→ Stored items:
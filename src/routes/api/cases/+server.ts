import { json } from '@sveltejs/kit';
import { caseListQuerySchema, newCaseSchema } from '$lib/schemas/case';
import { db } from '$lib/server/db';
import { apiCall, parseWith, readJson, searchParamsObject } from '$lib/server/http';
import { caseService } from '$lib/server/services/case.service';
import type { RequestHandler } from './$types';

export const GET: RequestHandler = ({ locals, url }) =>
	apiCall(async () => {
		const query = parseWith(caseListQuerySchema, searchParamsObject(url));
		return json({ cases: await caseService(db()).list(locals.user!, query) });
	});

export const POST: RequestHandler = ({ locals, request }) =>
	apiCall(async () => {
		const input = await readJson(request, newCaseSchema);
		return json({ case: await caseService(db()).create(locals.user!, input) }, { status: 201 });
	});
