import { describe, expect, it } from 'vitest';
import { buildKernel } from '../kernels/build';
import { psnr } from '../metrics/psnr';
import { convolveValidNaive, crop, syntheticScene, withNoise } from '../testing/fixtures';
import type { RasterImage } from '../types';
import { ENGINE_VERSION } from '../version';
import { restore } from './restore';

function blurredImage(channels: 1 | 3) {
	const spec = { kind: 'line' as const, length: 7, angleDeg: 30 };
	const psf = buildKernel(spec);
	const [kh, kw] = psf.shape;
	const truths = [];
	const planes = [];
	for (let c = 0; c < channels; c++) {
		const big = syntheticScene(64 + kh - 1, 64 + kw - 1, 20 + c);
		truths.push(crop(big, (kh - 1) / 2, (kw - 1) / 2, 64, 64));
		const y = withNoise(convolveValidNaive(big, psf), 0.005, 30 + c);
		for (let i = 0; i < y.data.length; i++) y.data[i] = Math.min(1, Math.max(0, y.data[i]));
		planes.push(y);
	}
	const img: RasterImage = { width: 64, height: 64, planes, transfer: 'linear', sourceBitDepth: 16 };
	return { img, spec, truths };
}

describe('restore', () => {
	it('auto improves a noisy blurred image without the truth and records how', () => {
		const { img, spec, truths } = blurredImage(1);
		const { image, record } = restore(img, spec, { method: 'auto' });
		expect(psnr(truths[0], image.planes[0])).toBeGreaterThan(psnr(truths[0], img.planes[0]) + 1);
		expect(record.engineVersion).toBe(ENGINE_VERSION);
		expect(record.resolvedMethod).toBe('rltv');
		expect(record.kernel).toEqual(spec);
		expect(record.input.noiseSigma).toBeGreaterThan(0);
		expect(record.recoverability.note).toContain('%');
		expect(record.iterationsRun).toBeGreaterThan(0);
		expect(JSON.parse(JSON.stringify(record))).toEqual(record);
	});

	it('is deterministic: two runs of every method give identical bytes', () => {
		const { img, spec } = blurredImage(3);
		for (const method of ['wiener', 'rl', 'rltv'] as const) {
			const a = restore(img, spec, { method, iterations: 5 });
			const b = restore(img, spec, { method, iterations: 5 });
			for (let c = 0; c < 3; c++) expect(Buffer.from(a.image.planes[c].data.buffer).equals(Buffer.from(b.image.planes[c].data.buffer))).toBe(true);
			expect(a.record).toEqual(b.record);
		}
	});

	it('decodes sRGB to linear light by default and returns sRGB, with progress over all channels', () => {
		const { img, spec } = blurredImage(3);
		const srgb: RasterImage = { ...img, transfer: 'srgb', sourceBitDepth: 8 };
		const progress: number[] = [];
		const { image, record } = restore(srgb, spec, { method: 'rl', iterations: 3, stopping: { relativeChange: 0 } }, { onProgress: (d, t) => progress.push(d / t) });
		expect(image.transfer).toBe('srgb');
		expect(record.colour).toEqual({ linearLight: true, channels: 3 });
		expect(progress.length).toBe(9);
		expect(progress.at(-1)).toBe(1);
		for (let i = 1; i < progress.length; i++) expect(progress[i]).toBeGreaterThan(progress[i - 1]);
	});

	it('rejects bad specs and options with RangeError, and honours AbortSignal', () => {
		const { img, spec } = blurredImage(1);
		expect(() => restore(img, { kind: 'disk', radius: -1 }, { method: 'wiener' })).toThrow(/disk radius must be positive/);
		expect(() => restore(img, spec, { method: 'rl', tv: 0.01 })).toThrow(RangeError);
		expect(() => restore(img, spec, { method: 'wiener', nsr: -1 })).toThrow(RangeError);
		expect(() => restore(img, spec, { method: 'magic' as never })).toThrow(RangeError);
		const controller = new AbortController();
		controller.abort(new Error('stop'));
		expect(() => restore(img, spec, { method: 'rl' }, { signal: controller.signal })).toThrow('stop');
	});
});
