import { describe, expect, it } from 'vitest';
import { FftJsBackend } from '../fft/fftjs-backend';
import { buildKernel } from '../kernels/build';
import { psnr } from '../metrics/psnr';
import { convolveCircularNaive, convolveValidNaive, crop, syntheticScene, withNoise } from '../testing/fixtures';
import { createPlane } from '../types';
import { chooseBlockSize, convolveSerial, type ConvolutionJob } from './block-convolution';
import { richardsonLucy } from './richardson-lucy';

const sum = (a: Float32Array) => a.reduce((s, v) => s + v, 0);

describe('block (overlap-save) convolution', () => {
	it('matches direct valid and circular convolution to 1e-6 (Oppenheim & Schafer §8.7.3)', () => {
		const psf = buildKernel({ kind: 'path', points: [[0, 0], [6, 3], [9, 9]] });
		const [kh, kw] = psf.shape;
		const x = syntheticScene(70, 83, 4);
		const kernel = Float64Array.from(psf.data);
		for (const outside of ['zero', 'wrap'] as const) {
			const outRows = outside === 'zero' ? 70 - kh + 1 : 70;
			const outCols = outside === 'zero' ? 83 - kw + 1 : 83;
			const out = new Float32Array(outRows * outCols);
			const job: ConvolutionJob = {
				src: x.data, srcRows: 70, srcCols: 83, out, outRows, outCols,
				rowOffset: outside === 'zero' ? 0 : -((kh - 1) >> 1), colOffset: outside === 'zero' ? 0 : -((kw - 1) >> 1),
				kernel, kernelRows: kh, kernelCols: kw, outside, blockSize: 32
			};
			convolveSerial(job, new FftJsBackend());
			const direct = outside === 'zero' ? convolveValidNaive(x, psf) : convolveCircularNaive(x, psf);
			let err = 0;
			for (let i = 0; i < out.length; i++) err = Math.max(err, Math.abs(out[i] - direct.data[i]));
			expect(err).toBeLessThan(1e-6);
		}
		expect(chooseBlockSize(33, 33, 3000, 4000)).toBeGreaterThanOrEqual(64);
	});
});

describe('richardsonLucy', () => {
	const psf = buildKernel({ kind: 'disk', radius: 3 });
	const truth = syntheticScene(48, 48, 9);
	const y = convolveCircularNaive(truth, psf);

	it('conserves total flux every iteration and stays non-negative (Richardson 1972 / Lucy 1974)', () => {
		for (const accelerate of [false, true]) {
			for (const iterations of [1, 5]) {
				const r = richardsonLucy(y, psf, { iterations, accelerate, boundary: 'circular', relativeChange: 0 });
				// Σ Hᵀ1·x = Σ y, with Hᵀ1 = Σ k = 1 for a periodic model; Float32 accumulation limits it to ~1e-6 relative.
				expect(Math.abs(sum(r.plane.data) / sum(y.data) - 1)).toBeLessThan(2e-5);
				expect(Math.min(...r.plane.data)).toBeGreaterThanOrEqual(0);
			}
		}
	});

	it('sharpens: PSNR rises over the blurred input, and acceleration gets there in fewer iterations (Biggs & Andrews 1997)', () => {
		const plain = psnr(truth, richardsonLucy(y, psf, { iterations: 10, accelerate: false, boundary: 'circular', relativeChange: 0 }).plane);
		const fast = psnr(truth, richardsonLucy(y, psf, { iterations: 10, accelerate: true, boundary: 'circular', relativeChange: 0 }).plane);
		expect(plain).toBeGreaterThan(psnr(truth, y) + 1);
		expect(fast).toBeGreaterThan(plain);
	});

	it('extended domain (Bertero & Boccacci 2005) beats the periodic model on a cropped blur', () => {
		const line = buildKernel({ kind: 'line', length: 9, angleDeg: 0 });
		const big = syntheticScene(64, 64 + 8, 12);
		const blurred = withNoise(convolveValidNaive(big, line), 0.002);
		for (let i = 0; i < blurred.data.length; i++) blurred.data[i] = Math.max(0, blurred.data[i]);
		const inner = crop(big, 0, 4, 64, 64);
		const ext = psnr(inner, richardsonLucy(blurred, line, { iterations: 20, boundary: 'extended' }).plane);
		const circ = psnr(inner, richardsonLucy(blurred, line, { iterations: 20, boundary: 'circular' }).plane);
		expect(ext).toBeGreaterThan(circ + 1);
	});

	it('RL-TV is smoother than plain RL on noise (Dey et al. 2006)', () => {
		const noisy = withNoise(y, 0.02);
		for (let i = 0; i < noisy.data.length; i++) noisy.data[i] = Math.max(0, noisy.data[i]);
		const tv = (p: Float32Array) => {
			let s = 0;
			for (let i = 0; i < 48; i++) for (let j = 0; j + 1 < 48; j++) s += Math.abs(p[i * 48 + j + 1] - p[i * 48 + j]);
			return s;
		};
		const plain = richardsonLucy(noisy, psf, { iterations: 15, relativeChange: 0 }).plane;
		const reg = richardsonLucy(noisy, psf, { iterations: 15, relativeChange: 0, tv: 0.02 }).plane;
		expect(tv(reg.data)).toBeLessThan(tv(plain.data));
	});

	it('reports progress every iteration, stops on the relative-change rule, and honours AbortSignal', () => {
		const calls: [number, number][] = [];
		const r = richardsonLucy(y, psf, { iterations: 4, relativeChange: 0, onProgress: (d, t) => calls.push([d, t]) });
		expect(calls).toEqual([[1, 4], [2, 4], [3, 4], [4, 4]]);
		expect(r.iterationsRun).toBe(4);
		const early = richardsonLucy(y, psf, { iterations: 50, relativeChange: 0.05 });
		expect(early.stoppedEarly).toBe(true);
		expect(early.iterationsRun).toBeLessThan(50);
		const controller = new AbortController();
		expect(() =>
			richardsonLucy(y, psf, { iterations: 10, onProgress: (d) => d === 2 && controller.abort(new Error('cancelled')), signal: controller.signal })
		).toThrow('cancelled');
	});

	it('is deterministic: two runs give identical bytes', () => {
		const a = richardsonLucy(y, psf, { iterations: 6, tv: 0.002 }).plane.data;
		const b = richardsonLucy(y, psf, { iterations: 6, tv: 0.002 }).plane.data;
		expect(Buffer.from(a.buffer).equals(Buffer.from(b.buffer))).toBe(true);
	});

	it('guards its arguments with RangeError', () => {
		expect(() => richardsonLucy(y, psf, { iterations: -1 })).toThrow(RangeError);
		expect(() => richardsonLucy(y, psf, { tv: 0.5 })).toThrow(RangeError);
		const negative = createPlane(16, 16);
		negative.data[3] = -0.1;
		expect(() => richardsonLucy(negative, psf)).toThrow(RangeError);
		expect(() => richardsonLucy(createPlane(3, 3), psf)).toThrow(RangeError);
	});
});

...

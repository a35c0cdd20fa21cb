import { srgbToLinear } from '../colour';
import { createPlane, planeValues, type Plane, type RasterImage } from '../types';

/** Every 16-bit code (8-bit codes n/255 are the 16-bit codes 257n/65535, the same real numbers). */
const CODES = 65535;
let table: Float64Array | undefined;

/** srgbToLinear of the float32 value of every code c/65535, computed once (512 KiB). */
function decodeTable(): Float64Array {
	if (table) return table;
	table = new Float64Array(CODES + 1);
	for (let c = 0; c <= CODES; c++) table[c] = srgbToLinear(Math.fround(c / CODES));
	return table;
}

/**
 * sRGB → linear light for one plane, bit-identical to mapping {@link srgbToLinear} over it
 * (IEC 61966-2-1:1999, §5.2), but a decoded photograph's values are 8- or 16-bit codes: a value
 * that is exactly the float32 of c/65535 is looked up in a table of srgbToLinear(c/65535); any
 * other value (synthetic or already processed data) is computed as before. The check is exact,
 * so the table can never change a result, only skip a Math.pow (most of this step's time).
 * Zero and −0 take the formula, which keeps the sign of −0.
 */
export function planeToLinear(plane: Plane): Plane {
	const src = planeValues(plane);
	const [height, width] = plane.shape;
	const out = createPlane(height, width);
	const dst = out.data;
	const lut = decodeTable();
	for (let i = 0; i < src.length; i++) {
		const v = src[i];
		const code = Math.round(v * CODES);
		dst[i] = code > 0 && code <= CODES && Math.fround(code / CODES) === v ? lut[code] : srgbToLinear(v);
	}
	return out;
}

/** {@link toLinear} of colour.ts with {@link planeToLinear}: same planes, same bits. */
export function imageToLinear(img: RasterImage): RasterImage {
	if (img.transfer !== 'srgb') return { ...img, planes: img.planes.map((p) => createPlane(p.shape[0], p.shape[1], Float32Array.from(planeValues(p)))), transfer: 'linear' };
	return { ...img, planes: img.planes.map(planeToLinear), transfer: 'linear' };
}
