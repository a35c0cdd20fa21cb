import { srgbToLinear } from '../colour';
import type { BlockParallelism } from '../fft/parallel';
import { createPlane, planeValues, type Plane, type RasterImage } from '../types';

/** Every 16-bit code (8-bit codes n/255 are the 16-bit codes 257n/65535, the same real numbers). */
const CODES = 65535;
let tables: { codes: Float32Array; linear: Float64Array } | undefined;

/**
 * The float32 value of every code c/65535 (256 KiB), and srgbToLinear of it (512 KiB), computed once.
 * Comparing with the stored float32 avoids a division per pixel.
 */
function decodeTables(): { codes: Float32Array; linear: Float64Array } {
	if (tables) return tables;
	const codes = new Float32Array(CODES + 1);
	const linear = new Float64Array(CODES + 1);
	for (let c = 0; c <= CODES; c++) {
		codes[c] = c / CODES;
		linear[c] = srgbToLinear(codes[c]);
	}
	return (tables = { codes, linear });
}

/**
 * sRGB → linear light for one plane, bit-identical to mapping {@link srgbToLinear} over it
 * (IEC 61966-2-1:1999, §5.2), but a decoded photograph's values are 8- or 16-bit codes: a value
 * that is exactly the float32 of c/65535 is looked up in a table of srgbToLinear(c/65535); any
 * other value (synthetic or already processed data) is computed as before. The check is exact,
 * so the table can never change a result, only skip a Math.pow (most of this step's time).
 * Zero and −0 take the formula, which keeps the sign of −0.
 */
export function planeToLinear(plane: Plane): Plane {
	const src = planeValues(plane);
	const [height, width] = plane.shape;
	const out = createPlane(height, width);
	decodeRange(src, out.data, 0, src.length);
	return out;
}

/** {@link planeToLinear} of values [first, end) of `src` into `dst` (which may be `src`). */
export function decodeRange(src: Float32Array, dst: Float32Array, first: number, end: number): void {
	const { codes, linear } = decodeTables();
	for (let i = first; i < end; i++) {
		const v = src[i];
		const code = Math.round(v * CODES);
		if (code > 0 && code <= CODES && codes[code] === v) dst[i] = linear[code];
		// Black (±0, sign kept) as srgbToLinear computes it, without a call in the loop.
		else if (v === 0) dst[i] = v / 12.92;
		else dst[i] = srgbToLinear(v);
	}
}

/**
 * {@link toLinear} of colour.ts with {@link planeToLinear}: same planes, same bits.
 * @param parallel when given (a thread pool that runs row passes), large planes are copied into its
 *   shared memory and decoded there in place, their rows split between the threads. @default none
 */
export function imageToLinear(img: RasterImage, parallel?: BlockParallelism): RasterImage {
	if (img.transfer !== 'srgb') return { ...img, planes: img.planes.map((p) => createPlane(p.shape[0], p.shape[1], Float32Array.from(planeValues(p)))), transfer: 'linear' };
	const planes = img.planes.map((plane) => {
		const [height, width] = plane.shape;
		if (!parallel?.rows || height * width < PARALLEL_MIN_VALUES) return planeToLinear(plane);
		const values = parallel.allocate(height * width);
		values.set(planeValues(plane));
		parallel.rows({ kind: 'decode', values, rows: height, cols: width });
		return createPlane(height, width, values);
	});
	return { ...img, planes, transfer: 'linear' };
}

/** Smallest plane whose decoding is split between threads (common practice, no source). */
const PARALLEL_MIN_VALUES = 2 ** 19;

---

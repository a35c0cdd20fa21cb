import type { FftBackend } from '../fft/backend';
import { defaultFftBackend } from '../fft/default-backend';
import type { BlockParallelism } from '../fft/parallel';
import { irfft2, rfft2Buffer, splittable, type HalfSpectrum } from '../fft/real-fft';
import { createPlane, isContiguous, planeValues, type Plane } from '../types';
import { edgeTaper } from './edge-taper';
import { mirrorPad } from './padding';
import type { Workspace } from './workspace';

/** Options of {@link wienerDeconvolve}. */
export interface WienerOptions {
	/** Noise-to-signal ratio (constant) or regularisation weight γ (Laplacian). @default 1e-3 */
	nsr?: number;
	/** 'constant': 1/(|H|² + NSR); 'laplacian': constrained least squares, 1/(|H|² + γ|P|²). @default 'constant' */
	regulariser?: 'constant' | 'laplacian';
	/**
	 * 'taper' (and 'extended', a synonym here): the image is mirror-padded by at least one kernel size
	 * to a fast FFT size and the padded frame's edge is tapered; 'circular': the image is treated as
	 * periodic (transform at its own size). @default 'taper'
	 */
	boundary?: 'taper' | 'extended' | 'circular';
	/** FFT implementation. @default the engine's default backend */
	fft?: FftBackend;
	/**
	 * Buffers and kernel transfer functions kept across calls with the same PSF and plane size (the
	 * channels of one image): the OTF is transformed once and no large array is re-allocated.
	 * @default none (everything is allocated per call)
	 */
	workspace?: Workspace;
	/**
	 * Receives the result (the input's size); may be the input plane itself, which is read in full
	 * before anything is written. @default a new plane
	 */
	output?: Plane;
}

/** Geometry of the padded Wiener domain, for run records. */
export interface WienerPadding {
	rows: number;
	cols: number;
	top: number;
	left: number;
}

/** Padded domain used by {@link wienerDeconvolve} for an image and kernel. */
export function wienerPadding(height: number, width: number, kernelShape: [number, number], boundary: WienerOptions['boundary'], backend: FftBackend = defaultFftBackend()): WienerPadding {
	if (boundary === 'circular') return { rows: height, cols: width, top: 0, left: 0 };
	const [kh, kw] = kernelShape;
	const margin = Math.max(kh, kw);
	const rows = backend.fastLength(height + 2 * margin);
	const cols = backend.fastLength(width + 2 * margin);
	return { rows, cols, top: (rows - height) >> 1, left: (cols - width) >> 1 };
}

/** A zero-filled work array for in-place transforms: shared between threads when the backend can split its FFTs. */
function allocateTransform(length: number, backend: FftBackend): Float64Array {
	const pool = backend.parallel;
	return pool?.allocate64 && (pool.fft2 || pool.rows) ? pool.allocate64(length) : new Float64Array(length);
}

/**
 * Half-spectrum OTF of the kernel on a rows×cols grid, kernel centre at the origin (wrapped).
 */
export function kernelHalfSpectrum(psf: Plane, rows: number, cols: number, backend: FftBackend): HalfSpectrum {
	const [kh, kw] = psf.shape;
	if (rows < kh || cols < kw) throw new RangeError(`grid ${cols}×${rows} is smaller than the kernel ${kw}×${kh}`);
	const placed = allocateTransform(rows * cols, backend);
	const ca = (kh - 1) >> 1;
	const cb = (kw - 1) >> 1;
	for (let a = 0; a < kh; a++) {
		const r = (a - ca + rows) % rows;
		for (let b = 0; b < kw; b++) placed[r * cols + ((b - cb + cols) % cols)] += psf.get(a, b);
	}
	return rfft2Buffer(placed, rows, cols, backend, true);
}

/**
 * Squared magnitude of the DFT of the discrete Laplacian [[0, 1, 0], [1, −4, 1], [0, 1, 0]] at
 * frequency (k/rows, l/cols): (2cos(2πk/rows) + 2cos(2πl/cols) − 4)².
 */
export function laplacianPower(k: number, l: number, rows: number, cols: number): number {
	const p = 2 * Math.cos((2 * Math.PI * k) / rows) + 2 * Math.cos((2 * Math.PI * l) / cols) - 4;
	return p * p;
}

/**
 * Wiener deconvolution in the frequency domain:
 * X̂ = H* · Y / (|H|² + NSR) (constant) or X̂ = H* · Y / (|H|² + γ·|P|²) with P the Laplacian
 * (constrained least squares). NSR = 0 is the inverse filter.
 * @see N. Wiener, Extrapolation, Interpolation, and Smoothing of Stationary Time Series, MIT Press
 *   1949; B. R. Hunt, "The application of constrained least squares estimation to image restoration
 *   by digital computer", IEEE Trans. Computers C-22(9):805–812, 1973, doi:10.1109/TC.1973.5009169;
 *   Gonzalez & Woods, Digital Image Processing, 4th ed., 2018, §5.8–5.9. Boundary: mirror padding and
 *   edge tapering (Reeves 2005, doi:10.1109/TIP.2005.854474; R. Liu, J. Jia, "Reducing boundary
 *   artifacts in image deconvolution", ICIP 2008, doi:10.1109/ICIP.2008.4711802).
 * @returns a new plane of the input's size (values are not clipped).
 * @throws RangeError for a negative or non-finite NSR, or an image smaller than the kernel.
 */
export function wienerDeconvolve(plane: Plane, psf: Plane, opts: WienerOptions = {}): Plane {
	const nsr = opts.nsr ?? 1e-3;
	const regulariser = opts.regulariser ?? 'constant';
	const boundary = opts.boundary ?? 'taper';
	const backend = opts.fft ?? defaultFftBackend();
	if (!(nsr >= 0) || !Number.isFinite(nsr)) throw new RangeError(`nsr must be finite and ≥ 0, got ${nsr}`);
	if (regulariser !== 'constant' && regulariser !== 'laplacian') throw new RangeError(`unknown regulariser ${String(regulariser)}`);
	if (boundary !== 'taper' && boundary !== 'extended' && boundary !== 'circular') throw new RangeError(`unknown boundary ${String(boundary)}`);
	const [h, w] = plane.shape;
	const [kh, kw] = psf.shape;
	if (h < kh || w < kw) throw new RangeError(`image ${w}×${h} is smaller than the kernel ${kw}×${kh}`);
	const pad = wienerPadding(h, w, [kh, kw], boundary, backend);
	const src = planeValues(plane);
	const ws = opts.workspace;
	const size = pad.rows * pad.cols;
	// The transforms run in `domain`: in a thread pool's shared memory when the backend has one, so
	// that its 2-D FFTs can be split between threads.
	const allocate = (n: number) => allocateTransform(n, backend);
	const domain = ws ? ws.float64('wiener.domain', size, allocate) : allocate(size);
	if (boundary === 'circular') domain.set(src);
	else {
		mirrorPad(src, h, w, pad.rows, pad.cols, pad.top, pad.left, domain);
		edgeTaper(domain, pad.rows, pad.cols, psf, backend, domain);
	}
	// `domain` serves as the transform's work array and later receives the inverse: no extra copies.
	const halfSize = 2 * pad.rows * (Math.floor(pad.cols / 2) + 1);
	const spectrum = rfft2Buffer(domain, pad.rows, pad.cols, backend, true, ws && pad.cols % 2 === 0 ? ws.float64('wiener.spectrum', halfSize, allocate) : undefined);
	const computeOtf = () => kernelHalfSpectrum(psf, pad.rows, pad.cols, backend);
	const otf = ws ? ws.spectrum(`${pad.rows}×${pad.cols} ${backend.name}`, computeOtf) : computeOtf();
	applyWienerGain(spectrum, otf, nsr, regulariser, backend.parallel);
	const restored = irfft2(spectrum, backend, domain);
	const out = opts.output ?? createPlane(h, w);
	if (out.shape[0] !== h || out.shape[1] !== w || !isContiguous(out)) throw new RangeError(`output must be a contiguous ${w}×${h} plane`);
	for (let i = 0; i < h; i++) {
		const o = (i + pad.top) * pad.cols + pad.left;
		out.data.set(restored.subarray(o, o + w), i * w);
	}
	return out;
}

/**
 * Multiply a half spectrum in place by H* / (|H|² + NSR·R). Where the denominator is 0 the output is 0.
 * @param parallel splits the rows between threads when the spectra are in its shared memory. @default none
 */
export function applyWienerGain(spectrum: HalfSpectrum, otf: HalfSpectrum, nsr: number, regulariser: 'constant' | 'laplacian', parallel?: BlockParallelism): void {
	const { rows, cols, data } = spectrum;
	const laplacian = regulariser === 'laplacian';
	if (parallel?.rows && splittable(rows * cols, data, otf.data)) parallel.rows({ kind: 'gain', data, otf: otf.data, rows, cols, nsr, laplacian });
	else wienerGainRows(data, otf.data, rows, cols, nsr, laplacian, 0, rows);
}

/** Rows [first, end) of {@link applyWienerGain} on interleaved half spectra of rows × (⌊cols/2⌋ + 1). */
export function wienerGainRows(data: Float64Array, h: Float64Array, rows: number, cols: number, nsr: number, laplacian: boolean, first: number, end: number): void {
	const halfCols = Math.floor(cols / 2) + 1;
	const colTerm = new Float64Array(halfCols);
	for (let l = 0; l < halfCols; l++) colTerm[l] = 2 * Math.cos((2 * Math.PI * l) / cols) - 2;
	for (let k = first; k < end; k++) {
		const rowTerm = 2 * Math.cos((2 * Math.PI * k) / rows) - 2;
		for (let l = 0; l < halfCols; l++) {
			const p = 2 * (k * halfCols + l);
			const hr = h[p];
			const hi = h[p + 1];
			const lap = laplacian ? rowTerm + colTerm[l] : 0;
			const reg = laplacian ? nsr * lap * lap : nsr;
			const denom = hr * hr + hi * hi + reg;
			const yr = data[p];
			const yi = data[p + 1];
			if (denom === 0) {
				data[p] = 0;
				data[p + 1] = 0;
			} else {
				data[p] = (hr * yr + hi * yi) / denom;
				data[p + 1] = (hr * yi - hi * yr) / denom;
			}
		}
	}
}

→ EXERCISE AIM: Take every line above that includes the string "applyWienerGain" and return it.

→ ANSWER SECTION:
	applyWienerGain(spectrum, otf, nsr, regulariser, backend.parallel);
export function applyWienerGain(spectrum: HalfSpectrum, otf: HalfSpectrum, nsr: number, regulariser: 'constant' | 'laplacian', parallel?: BlockParallelism): void {
/** Rows [first, end) of {@link applyWienerGain} on interleaved half spectra of rows × (⌊cols/2⌋ + 1). */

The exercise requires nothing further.